A Justiça do Rio de Janeiro decidiu que no dia 23 de outubro alguns bens do senador Romário (PL-RJ) vão a leilão. Somados, os lances iniciais superam R$ 10 milhões. São eles:
- Uma mansão localizada em um condomínio na Barra da Tijuca, avaliada em R$ 9 milhões;
- Um carro Porsche, avaliado em R$ 267 mil;
- Um carro Audi, avaliado em R$ 391 mil;
- Um carro Peugeot, avaliado em R$ 53 mil;
- Uma lancha avaliada em R$ 1,1 milhão.
Romário foi cobrado há mais de 20 anos sobre uma quebra de contrato com uma empresa que prestava serviço à boate Café do Gol, da qual Romário, à época, era sócio. Agora, o objetivo é quitar a dívida.
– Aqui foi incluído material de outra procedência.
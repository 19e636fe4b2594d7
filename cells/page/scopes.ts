import { CellError } from "../errors";
import { namesUsed, writeName, type Named, type Scope } from "../language";
import type { BodyLookup } from "../species/body";
import type { Table } from "../table/table";
import { commonOf } from "./commons";
import type { PageGraph, PageLine } from "./graph";
import type { BlockResult } from "./results";
import type { Block } from "./schema";

/** What a page's names mean, while one evaluation is under way. */
export interface Scopes {
  /** @throws CellError where the data block has no table */
  over(data: string | undefined): Scope;
  expand(text: string, data: string | undefined): string;
}

/** Lines within lines, and names within names; more is a circle that was not seen. */
const MAX_EXPANSION = 64;

/**
 * @param resultOf the result of a block that was already calculated; trends give their line where the crossing is not asked
 */
export function pageScopes(graph: PageGraph, bodies: BodyLookup, resultOf: (handle: string, crossing: boolean) => BlockResult | undefined): Scopes {
  const made = new Map<string, Scope>();

  const tableOf = (handle: string): Table => {
    const block = graph.resolve(handle);
    const result = block === undefined ? undefined : resultOf(block.id, false);
    if (block === undefined) throw new CellError("no-such-block", `There is no block "${handle}" on this page.`);
    if (block.kind !== "data") throw new CellError("wrong-kind", `"${handle}" is not a data block.`);
    if (result?.kind !== "data" || result.table === undefined)
      throw new CellError("no-table", `The table of ${block.id} could not be read, so nothing can be calculated over it. See what ${block.id} says.`);
    return result.table;
  };

  const lineNamed = (lines: readonly PageLine[]): Named | undefined => {
    const [line, other] = lines;
    if (line === undefined) return undefined;
    if (other !== undefined) return "ambiguous";
    const circle = graph.circleOf(line);
    if (circle !== undefined) throw new CellError("circle", `${line.name} has no result, since it is calculated from itself: ${circle}.`);
    return { kind: "line", block: line.block.id, name: line.name, text: line.line.text, scope: over(line.data) };
  };

  const memberNamed = (block: Block, member: string): Named | undefined => {
    switch (block.kind) {
      case "data": {
        const line = lineNamed(graph.linesOver(block.id, member));
        const table = tableOf(block.id);
        const column = table.columns.some((candidate) => candidate.name === member);
        if (line !== undefined) return column ? "ambiguous" : line;
        return { kind: "column", table, name: member };
      }
      case "formula":
        return lineNamed(graph.linesOf(block.id).filter((line) => line.name === member));
      case "trend":
      case "budget": {
        if (graph.circular.has(block.id)) throw new CellError("circle", `${block.id} has no result, since it reads from itself.`);
        const result = resultOf(block.id, member.startsWith("crossing"));
        return result === undefined ? undefined : commonOf(block.id, result, member);
      }
      default:
        return undefined;
    }
  };

  function over(data: string | undefined): Scope {
    const block = data === undefined ? undefined : graph.resolve(data);
    const key = block?.id ?? data ?? "";
    const known = made.get(key);
    if (known !== undefined) return known;
    const scope: Scope = {
      table: data === undefined ? null : tableOf(data),
      bodies,
      lookup: (name, member) => {
        if (member === undefined) return lineNamed(graph.linesOver(block?.id, name));
        const other = graph.resolve(name);
        return other === undefined ? undefined : memberNamed(other, member.normalize("NFC"));
      },
    };
    made.set(key, scope);
    return scope;
  }

  /** The text that stands for a name on one composition; undefined where the name stands for itself. */
  const meaning = (name: string, member: string | undefined, data: string | undefined, depth: number): string | undefined => {
    const block = member === undefined ? undefined : graph.resolve(name);
    if (member !== undefined && block === undefined) return undefined;
    const table = member === undefined ? data : block?.kind === "data" ? block.id : undefined;
    const wanted = member ?? name;
    const lines = block?.kind === "formula" ? graph.linesOf(block.id).filter((line) => line.name === wanted) : graph.linesOver(table, wanted);
    const named = lineNamed(lines);
    if (named === "ambiguous") throw new CellError("ambiguous-name", `"${wanted}" is the name of two lines. Rename one of them.`);
    const [line] = lines;
    if (named !== undefined && line !== undefined) return `(${expand(line.line.text, line.data, depth + 1)})`;
    if (table === undefined) return undefined;
    const column = tableOf(table).columns.find((candidate) => candidate.name === wanted);
    return column?.kind === "quantity" && column.species !== undefined ? writeName(column.species) : undefined;
  };

  function expand(text: string, data: string | undefined, depth = 0): string {
    if (depth > MAX_EXPANSION) throw new CellError("too-deep", "More than 64 lines inside one another are not read.");
    const id = data === undefined ? undefined : (graph.resolve(data)?.id ?? data);
    let expanded = "";
    let from = 0;
    for (const used of namesUsed(text)) {
      const by = meaning(used.name, used.member, id, depth);
      if (by === undefined) continue;
      expanded += text.slice(from, used.span[0]) + by;
      from = used.span[1];
    }
    return expanded + text.slice(from);
  }

  return { over, expand: (text, data) => expand(text, data) };
}
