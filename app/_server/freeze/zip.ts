import { zipSync, type Zippable } from "fflate";

/** The earliest moment a zip can write, in local parts: every file gets it, so that equal files give an equal zip. */
const epoch = new Date(1980, 0, 1, 0, 0, 0);

/**
 * A zip with fixed order and times: the same files give the same bytes.
 *
 * @param files in path order
 * @param folder name of the one folder everything unpacks into
 */
export function zip(files: readonly { readonly path: string; readonly bytes: Uint8Array }[], folder: string): Uint8Array {
  const tree: Zippable = {};
  for (const { path, bytes } of files) tree[`${folder}/${path}`] = [bytes, { mtime: epoch, level: 6, os: 3, attrs: 0o644 << 16 }];
  return zipSync(tree);
}
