import { spawn, spawnSync, type ChildProcessWithoutNullStreams } from "node:child_process";
import { existsSync } from "node:fs";
import path from "node:path";
import { createInterface, type Interface } from "node:readline";

const modules = ["numpy", "scipy", "uncertainties"] as const;
const packages = modules.map((name) => `python3-${name}`);
/** The system's own Python, which sees the system's packages; another one may stand before it in the path. */
const candidates = ["/usr/bin/python3", "python3"] as const;

export type Task = "plain" | "log" | "uncertainties" | "odr" | "odr correlated";

/** A Python that has all of what is compared with; the packages are installed where they are missing and that is possible. */
export function findPython(): { readonly command: string } | { readonly missing: string } {
  const found = candidates.find(hasAll);
  if (found !== undefined) return { command: found };
  const why = install();
  const after = candidates.find(hasAll);
  if (after !== undefined) return { command: after };
  return {
    missing: `Nothing is compared with numpy, scipy and uncertainties: ${why ?? "they cannot be imported even after installing them"}. Install ${packages.join(", ")} and run this again.`,
  };
}

function hasAll(command: string): boolean {
  return spawnSync(command, ["-c", `import ${modules.join(", ")}`]).status === 0;
}

/** Installs Debian's packages. Returns why it could not, in words. */
function install(): string | undefined {
  if (!existsSync("/usr/bin/apt-get")) return "they are missing and this machine has no apt-get";
  const root = process.getuid?.() === 0;
  if (!root && spawnSync("sudo", ["-n", "true"]).status !== 0) return "they are missing, and installing them needs root or sudo without a password";
  console.error(`Installing ${packages.join(", ")} …`);
  const apt = (...rest: string[]): boolean => {
    const command = ["apt-get", "-q", "-y", ...rest];
    const [first = "", ...others] = root ? command : ["sudo", "-n", "DEBIAN_FRONTEND=noninteractive", ...command];
    return spawnSync(first, others, { env: { ...process.env, DEBIAN_FRONTEND: "noninteractive" } }).status === 0;
  };
  const wanted = ["install", "--no-install-recommends", ...packages];
  return apt(...wanted) || (apt("update") && apt(...wanted)) ? undefined : "they are missing and apt-get could not install them";
}

/**
 * The other side. What is timed runs in a process of its own for each task and size, and what is checked in yet another, so that
 * numpy's memory is in the state that a script of this calculation alone would leave it in: glibc keeps or returns freed memory
 * by what was freed before.
 */
export class Python {
  readonly #command: string;
  #timed: { readonly of: string; readonly process: PythonProcess } | undefined;

  constructor(command: string) {
    this.#command = command;
  }

  /** Writes the task's results, one column after the other as doubles, to a file. */
  async results(task: Task, file: string, rows: number, to: string): Promise<void> {
    const process = new PythonProcess(this.#command);
    try {
      await process.ask({ ask: "results", task, file, rows, to });
    } finally {
      process.close();
    }
  }

  /** Seconds of one call, the mean of `calls`. */
  async seconds(task: Task, file: string, rows: number, calls: number): Promise<number> {
    const of = `${task} ${file}`;
    if (this.#timed?.of !== of) {
      this.close();
      this.#timed = { of, process: new PythonProcess(this.#command) };
    }
    const { seconds } = await this.#timed.process.ask({ ask: "seconds", task, file, rows, calls });
    if (typeof seconds !== "number") throw new Error("expected seconds from the calculation in Python");
    return seconds;
  }

  close(): void {
    this.#timed?.process.close();
    this.#timed = undefined;
  }
}

/** One running process, which answers one request at a time. */
class PythonProcess {
  readonly #process: ChildProcessWithoutNullStreams;
  readonly #lines: Interface;
  #errors = "";

  constructor(command: string) {
    this.#process = spawn(command, [path.resolve(import.meta.dirname, "reference.py")], {
      // One thread on either side.
      env: { ...process.env, OMP_NUM_THREADS: "1", OPENBLAS_NUM_THREADS: "1" },
    });
    this.#process.stderr.on("data", (data: Buffer) => (this.#errors += data.toString("utf8")));
    this.#lines = createInterface({ input: this.#process.stdout });
  }

  close(): void {
    this.#lines.close();
    this.#process.stdin.end();
  }

  ask(request: object): Promise<{ readonly seconds?: unknown }> {
    return new Promise((resolve, reject) => {
      const ended = (): void => {
        reject(new Error(`the calculation in Python failed: ${this.#errors}`));
      };
      this.#process.once("close", ended);
      this.#lines.once("line", (line) => {
        this.#process.off("close", ended);
        resolve(JSON.parse(line) as { readonly seconds?: unknown });
      });
      this.#process.stdin.write(`${JSON.stringify(request)}\n`);
    });
  }
}
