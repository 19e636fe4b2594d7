import { zipSync, type Zippable } from "fflate";

/**
 * A zip with fixed order and times: the same files give the same bytes.
 *
 * @param files in path order
 * @param folder name of the one folder everything unpacks into
 */
export function zip(files: readonly { readonly path: string; readonly bytes: Uint8Array }[], folder: string): Uint8Array {
  // A zip writes the parts of a local time: these are the same parts everywhere.
  const mtime = new Date(1980, 0, 1, 12, 0, 0);
  const tree: Zippable = {};
  for (const { path, bytes } of files) tree[`${folder}/${path}`] = [bytes, { mtime, level: 6, os: 3, attrs: 0o644 << 16 }];
  return zipSync(tree);
}
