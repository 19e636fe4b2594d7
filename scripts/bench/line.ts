/** One line of the benchmark's report: a figure beside its goal. */
export interface Line {
  readonly what: string;
  readonly rows: number;
  /** Time of ours ÷ time of the other, or how many times faster ours is. */
  readonly is: "ratio" | "times faster";
  readonly figure: number;
  readonly goal?: number;
}

export function textOf({ what, rows, is, figure, goal }: Line, width: number): string {
  const shown = is === "ratio" ? threeDigits(figure) : `${threeDigits(figure)} × faster`;
  const start = `${what.padEnd(width)}  ${rows.toLocaleString("en").padStart(9)} rows  ${shown.padStart(15)}`;
  if (goal === undefined) return start;
  const reached = is === "ratio" ? figure <= goal : figure >= goal;
  return `${start}   goal ${is === "ratio" ? "≤" : "≥"} ${goal}: ${reached ? "reached" : "not reached"}`;
}

export function threeDigits(value: number): string {
  return value >= 1000 ? value.toFixed(0) : value.toPrecision(3);
}
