import { readdirSync, readFileSync } from "node:fs";
import path from "node:path";
import { describe, expect, it } from "vitest";

const root = path.resolve(import.meta.dirname, "..");
const read = (file: string): string => readFileSync(path.join(root, file), "utf8");
const ignored = new Set([
  ".git",
  "next-env.d.ts",
  ...read(".gitignore")
    .split("\n")
    .map((line) => line.replace(/\/$/u, "")),
]);
const tracked = filesBelow("");

/** Every file of the project; a fresh machine has no git to ask. */
function filesBelow(folder: string): string[] {
  return readdirSync(path.join(root, folder), { withFileTypes: true }).flatMap((entry) => {
    const file = path.posix.join(folder, entry.name);
    if (ignored.has(entry.name) || ignored.has(`/${file}`) || entry.name.endsWith(".tsbuildinfo")) return [];
    return entry.isDirectory() ? filesBelow(file) : [file];
  });
}

describe("the house", () => {
  it("opens the README with the job in one paragraph, then the two commands", () => {
    const [title, job, commands] = read("README.md").split("\n\n");
    expect(title).toBe("# Cotectic");
    expect(job?.split("\n")).toHaveLength(1);
    expect(commands).toMatch(/npm start\nnpm test/);
  });

  it("keeps registry addresses out of the lock file", () => {
    expect(read("package-lock.json")).not.toMatch(/"resolved"|https?:\/\/[^"]*\.tgz/);
  });

  it("lets only DEVELOPERS.md speak of where the product grew out of", () => {
    const word = ["lec", "ture"].join("");
    const citing = tracked
      .filter((file) => /\.(ts|tsx|mjs|md|json|css)$/.test(file) && file !== "package-lock.json" && file !== "DEVELOPERS.md")
      .filter((file) => new RegExp(`\\b${word}`, "i").test(read(file)));
    expect(citing).toEqual([]);
  });

  it("holds at the top level only what the house plan names", () => {
    const plan = [
      "README.md",
      "DEVELOPERS.md",
      "package.json",
      "next.config.ts",
      "tailwind.config.ts",
      "drizzle.config.ts",
      "app",
      "realtime",
      "cells",
      "db",
      "tests",
      "examples",
    ];
    const demanded = ["package-lock.json", "tsconfig.json", "postcss.config.mjs", "eslint.config.mjs", "vitest.config.ts", "proxy.ts", "public", "scripts"];
    const there = new Set(tracked.map((file) => file.split("/")[0] ?? "").filter((name) => !name.startsWith(".")));
    expect([...there].filter((name) => !plan.includes(name) && !demanded.includes(name))).toEqual([]);
  });

  it("skips no test and silences no tool", () => {
    const silenced = new RegExp(["\\b(it|test|describe)\\.(skip|only|todo)\\(", "@ts-ignore", "@ts-nocheck", ["eslint", "disable"].join("-")].join("|"));
    const offending = tracked.filter((file) => /\.(ts|tsx|mjs)$/.test(file) && file !== "tests/house.test.ts").filter((file) => silenced.test(read(file)));
    expect(offending).toEqual([]);
  });
});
O parlamentar é acusado de registrar bens de familiares para impedir que fossem vendidos para quitar dívidas. Em 2021, a Justiça do Rio havia autorizado o leilão desses bens, mas o Superior Tribunal de Justiça (STJ) suspendeu a medida.
Em setembro deste ano, ele foi condenado em outro processo pela Justiça carioca, que considerou que a transferência de bens teve objetivo de “esconder o patrimônio e frustrar a eficácia da execução”.
Em nota, a defesa de Romário disse:
“A recente decisão do TJRJ, no processo movido pela empresa Koncretize, ainda aguarda apreciação de recurso. O senador mantém plena confiança no trabalho de sua equipe jurídica e acredita que os fundamentos apresentados serão suficientes para afastar qualquer possibilidade de leilão.
Cabe destacar que o processo em questão foi iniciado há mais de 20 anos, marcado por cobranças absolutamente desproporcionais e exorbitantes. A defesa de Romário seguirá atuando para que prevaleçam a razoabilidade e a justiça, confiando na reversão desse cenário”.